# 2021 dropper durability roll call



## Monty219 (Oct 26, 2020)

What dropper post(s) are you running? How much use has it seen? How is it holding up?

oneup v2, 2019, ~2000 miles/ 250 hours, running perfectly with monthly (or more frequent stanchion cleaning (shock oil applied to stanchion and cycled to suck out grime) and annual bushing service/ psi check. Flawless performance 

tranzx, 2020, ~400 miles/ 50 hours, same service as above and perfect performance to date

i have had durability issues with another brand. 3 seatposts in 4 months all have had issues pop up. Don’t want to flame them, customer service has been excellent… Hence my interest. plus this could be informative for our future purchases.


----------



## 916062 (Aug 3, 2021)

External routed PNW dropper from 2019. Lots of use, have never serviced it, and it still runs perfectly smooth. Would highly recommend!


----------



## BadgerOne (Jul 17, 2015)

Two PNWs, one Cascade (ext routing) and one Rainier (internal). Both faultless for a couple years and I don't know how many janky off-road miles and several crashes. 

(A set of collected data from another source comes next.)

// @ts-nocheck
// A recommendation sheet's input rules without a database: parts lines, the sheet's fields with
// the messages that name them, and the list query.
import { describe, expect, it } from "vitest";
import { MAX_PART_LINES, defaultSheetTitle, partLineSchema, recommendationInputSchema, recommendationListQuerySchema, statusChangeSchema, updateRecommendationSchema } from "@/lib/recommendations/rules";

const ID = "00000000-0000-4000-8000-000000000001";
const line = { description: "Belt, 8-rib", unitPrice: "39.5", quantity: "2" };
const sheet = { combinationId: ID, customerName: "Pat Example", blowerPulleyDiameter: 0.08 };
const first = (r: { error?: { issues: { path: PropertyKey[]; message: string }[] } }) => r.error?.issues[0];

describe("a parts line", () => {
  it("a free line has no part number; a shelf line's part number is upper-cased; price to cents, quantity 1–999", () => {
    expect(partLineSchema.parse(line)).toEqual({ partNumber: null, description: "Belt, 8-rib", unitPrice: "39.50", quantity: 2 });
    expect(partLineSchema.parse({ ...line, partNumber: "" }).partNumber).toBeNull();
    expect(partLineSchema.parse({ ...line, partNumber: "pw-bp-1" }).partNumber).toBe("PW-BP-1");
    expect(partLineSchema.parse({ ...line, quantity: 999 }).quantity).toBe(999);
    for (const q of [0, 1000, 1.5, "", "two"]) expect(first(partLineSchema.safeParse({ ...line, quantity: q }))?.message, String(q)).toBe("Quantity must be a whole number from 1 to 999.");
    expect(first(partLineSchema.safeParse({ ...line, description: " " }))?.message).toBe("Describe the part, e.g. “Belt, 8-rib”.");
    expect(first(partLineSchema.safeParse({ ...line, unitPrice: "-3" }))?.path).toEqual(["unitPrice"]);
  });
});

describe("the sheet", () => {
  it("fills its defaults: no title, e-mail, notes, target speed or parts", () => {
    expect(recommendationInputSchema.parse(sheet)).toEqual({ ...sheet, title: "", customerEmail: null, vehicleNotes: "", notes: "", targetRpm: null, parts: [] });
    expect(defaultSheetTitle("Pat Example")).toBe("Blower pulley recommendation for Pat Example");
  });

  it("reads a revision, an e-mail (lower-cased) and a target speed, and names each bad field", () => {
    const r = recommendationInputSchema.parse({ ...sheet, revision: "3", customerEmail: "Pat@Example.COM", targetRpm: 5000 });
    expect([r.revision, r.customerEmail, r.targetRpm]).toEqual([3, "pat@example.com", 5000]);
    expect(recommendationInputSchema.parse({ ...sheet, targetRpm: "" }).targetRpm).toBeNull();
    expect(first(recommendationInputSchema.safeParse({ ...sheet, combinationId: "x" }))).toMatchObject({ path: ["combinationId"], message: "Choose a combination." });
    expect(first(recommendationInputSchema.safeParse({ ...sheet, revision: "0" }))?.message).toBe("Revision must be 1 or more.");
    expect(first(recommendationInputSchema.safeParse({ ...sheet, revision: "1.5" }))?.message).toBe("Revision must be a whole number.");
    expect(first(recommendationInputSchema.safeParse({ ...sheet, customerName: "" }))?.message).toBe("Give the customer's name.");
    expect(first(recommendationInputSchema.safeParse({ ...sheet, customerEmail: "pat" }))?.message).toBe("Customer e-mail must be an e-mail address like name@example.com.");
    expect(first(recommendationInputSchema.safeParse({ ...sheet, blowerPulleyDiameter: 0.6 }))?.path).toEqual(["blowerPulleyDiameter"]);
    expect(first(recommendationInputSchema.safeParse({ ...sheet, targetRpm: 50 }))?.path).toEqual(["targetRpm"]);
    expect(first(recommendationInputSchema.safeParse({ ...sheet, title: "two\nlines" }))?.message).toBe("Title must not contain control characters.");
  });

  it(`holds at most ${MAX_PART_LINES} part lines`, () => {
    expect(MAX_PART_LINES).toBe(40);
    expect(recommendationInputSchema.safeParse({ ...sheet, parts: Array(40).fill(line) }).success).toBe(true);
    expect(first(recommendationInputSchema.safeParse({ ...sheet, parts: Array(41).fill(line) }))?.message).toBe("A sheet may have at most 40 part lines.");
    expect(first(recommendationInputSchema.safeParse({ ...sheet, parts: "belt" }))?.message).toBe("Parts must be a list of lines.");
  });

  it("an update carries neither the combination nor the revision", () => {
    const u = updateRecommendationSchema.parse({ ...sheet, revision: 2 });
    expect("combinationId" in u || "revision" in u).toBe(false);
  });
});

describe("statuses and the list", () => {
  it("a person sets draft, accepted or declined; sent is the send's alone", () => {
    for (const s of ["draft", "accepted", "declined"]) expect(statusChangeSchema.safeParse({ status: s }).success).toBe(true);
    expect(statusChangeSchema.safeParse({ status: "sent" }).error?.issues[0].message).toBe("Status must be draft, accepted or declined.");
  });

  it("the list query pages 20 by default, at most 100", () => {
    expect(recommendationListQuerySchema.parse({})).toEqual({ page: 1, pageSize: 20 });
    expect(recommendationListQuerySchema.parse({ pageSize: "100", status: "sent" })).toMatchObject({ pageSize: 100, status: "sent" });
    expect(recommendationListQuerySchema.safeParse({ pageSize: "101" }).error?.issues[0].message).toBe("pageSize must be at most 100");
    expect(recommendationListQuerySchema.safeParse({ page: "0" }).error?.issues[0].message).toBe("page must be 1 or more");
    expect(recommendationListQuerySchema.safeParse({ status: "lost" }).error?.issues[0].message).toBe("status must be draft, sent, accepted or declined.");
  });
});
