export const cleaningSchema = z.object(stryMutAct_9fa48("2167") ? {} : (stryCov_9fa48("2167"), {
  /** Keep samples at or above this throttle (%); used when the log has a throttle column. */
  minThrottle: stryMutAct_9fa48("2169") ? z.coerce.number({
    error: "Minimum throttle must be a number"
  }).max(0, "Minimum throttle must be 0–100 %").max(100, "Minimum throttle must be 0–100 %").default(90) : stryMutAct_9fa48("2168") ? z.coerce.number({
    error: "Minimum throttle must be a number"
  }).min(0, "Minimum throttle must be 0–100 %").min(100, "Minimum throttle must be 0–100 %").default(90) : (stryCov_9fa48("2168", "2169"), z.coerce.number(stryMutAct_9fa48("2170") ? {} : (stryCov_9fa48("2170"), {
    error: stryMutAct_9fa48("2171") ? "" : (stryCov_9fa48("2171"), "Minimum throttle must be a number")
  })).min(0, stryMutAct_9fa48("2172") ? "" : (stryCov_9fa48("2172"), "Minimum throttle must be 0–100 %")).max(100, stryMutAct_9fa48("2173") ? "" : (stryCov_9fa48("2173"), "Minimum throttle must be 0–100 %")).default(90)),
  /** Keep samples at or above this boost (Pa gauge); the rule when there is no throttle column. */
  minBoost: stryMutAct_9fa48("2175") ? z.coerce.number({
    error: "Minimum boost must be a number"
  }).max(-100_000, "Minimum boost must be above −100 kPa").max(400_000, "Minimum boost must be below 400 kPa").default(0) : stryMutAct_9fa48("2174") ? z.coerce.number({
    error: "Minimum boost must be a number"
  }).min(-100_000, "Minimum boost must be above −100 kPa").min(400_000, "Minimum boost must be below 400 kPa").default(0) : (stryCov_9fa48("2174", "2175"), z.coerce.number(stryMutAct_9fa48("2176") ? {} : (stryCov_9fa48("2176"), {
    error: stryMutAct_9fa48("2177") ? "" : (stryCov_9fa48("2177"), "Minimum boost must be a number")
  })).min(stryMutAct_9fa48("2178") ? +100_000 : (stryCov_9fa48("2178"), -100_000), stryMutAct_9fa48("2179") ? "" : (stryCov_9fa48("2179"), "Minimum boost must be above −100 kPa")).max(400_000, stryMutAct_9fa48("2180") ? "" : (stryCov_9fa48("2180"), "Minimum boost must be below 400 kPa")).default(0)),
  /** Width of an engine-speed bin (rpm). */
  binWidth: stryMutAct_9fa48("2182") ? z.coerce.number({
    error: "Bin width must be a number"
  }).int("Bin width must be a whole number of rpm").max(50, "Bin width must be 50–2000 rpm").max(2000, "Bin width must be 50–2000 rpm").default(250) : stryMutAct_9fa48("2181") ? z.coerce.number({
    error: "Bin width must be a number"
  }).int("Bin width must be a whole number of rpm").min(50, "Bin width must be 50–2000 rpm").min(2000, "Bin width must be 50–2000 rpm").default(250) : (stryCov_9fa48("2181", "2182"), z.coerce.number(stryMutAct_9fa48("2183") ? {} : (stryCov_9fa48("2183"), {
    error: stryMutAct_9fa48("2184") ? "" : (stryCov_9fa48("2184"), "Bin width must be a number")
  })).int(stryMutAct_9fa48("2185") ? "" : (stryCov_9fa48("2185"), "Bin width must be a whole number of rpm")).min(50, stryMutAct_9fa48("2186") ? "" : (stryCov_9fa48("2186"), "Bin width must be 50–2000 rpm")).max(2000, stryMutAct_9fa48("2187") ? "" : (stryCov_9fa48("2187"), "Bin width must be 50–2000 rpm")).default(250)),
  /** A bin needs this many kept samples to count. */
  minSamples: stryMutAct_9fa48("2189") ? z.coerce.number({
    error: "Samples per bin must be a number"
  }).int().max(1, "Samples per bin must be 1–100").max(100, "Samples per bin must be 1–100").default(3) : stryMutAct_9fa48("2188") ? z.coerce.number({
    error: "Samples per bin must be a number"
  }).int().min(1, "Samples per bin must be 1–100").min(100, "Samples per bin must be 1–100").default(3) : (stryCov_9fa48("2188", "2189"), z.coerce.number(stryMutAct_9fa48("2190") ? {} : (stryCov_9fa48("2190"), {
    error: stryMutAct_9fa48("2191") ? "" : (stryCov_9fa48("2191"), "Samples per bin must be a number")
  })).int().min(1, stryMutAct_9fa48("2192") ? "" : (stryCov_9fa48("2192"), "Samples per bin must be 1–100")).max(100, stryMutAct_9fa48("2193") ? "" : (stryCov_9fa48("2193"), "Samples per bin must be 1–100")).default(3)),
  /** Outlier limit in scaled median absolute deviations from the bin's median. */
  madLimit: stryMutAct_9fa48("2195") ? z.coerce.number({
    error: "Outlier limit must be a number"
  }).max(1, "Outlier limit must be 1–10 MAD").max(10, "Outlier limit must be 1–10 MAD").default(3) : stryMutAct_9fa48("2194") ? z.coerce.number({
    error: "Outlier limit must be a number"
  }).min(1, "Outlier limit must be 1–10 MAD").min(10, "Outlier limit must be 1–10 MAD").default(3) : (stryCov_9fa48("2194", "2195"), z.coerce.number(stryMutAct_9fa48("2196") ? {} : (stryCov_9fa48("2196"), {
    error: stryMutAct_9fa48("2197") ? "" : (stryCov_9fa48("2197"), "Outlier limit must be a number")
  })).min(1, stryMutAct_9fa48("2198") ? "" : (stryCov_9fa48("2198"), "Outlier limit must be 1–10 MAD")).max(10, stryMutAct_9fa48("2199") ? "" : (stryCov_9fa48("2199"), "Outlier limit must be 1–10 MAD")).default(3))
}));
export type CleaningOptions = z.output<typeof cleaningSchema>;
export type CleaningInput = z.input<typeof cleaningSchema>;
export const DEFAULT_CLEANING: CleaningOptions = cleaningSchema.parse({});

One Reverb from 2018, by the end of last year I gave away that temperamental piece of crap. Hydraulics belong in brakes and forks, not seat posts.


----------



## bitflogger (Jan 12, 2004)

It hit me me recently how my 2014 Thomson is still fine after other popular models became junk or repeat f*ckry. So far a much less expensive OneUp is getting to end of 2nd season just fine.


----------



## Sidewalk (May 18, 2015)

FInally replaced the Transfer on my bike. I got it used in 2018 I think. Leaked a small amount of fluid a while back, but still worked fine. Kept slipping down in my seat tube with a shim which was annoying, but the final straw was stripping the set screw on the lever.

Picked up a PNW Loam with matching lever last week, in the correct diameter (34.9).


----------



## Loll (May 2, 2006)

Transfer post for 2 years. From day 1 it is random interm of extending fully or 1” short.

PNW external for other bike. Sagged from second month of use. Warranty with excellent customer service. New post doesn’t sag anymore.

so impressed with PNW that I recently replaced the Fox Transfer with PNW internal post. Lever feel is stiff. Otherwise is been great. Much cheaper too.


----------



## armyofevilrobots (Oct 4, 2013)

Just sold my 2016-ish 9point8 dropper with my old Nomad. _THOUSANDS_ of KM, and worked like new still. Needed an annual rebuild when it would start getting sticky and wouldn't hold air, but the only consumable parts were the top seals. I'd buy it again if it wasn't so expensive. Switched to a Oneup V2 which has about 3000 km on it, and hasn't needed anything but a quick clean up and greasing under the seal.
I guess droppers are pretty good now?


----------



## kevine1785 (Mar 29, 2021)

Bontrager Line Elite Dropper Seatpost... Bought this thing used on ebay almost 2 years ago, and it is working solid!! I have never serviced it, and have put about 3000 miles on it.


----------



## 2021Mach6 (Jan 19, 2021)

2021 Fox Transfer. No clue how many miles but a ton of riding this year. Don't have anything to compare but I love it.


----------



## wolfmw (Dec 18, 2020)

Specialized Command Post IRcc that came on my stumpy is hot garbage. But everyone probably already knew that.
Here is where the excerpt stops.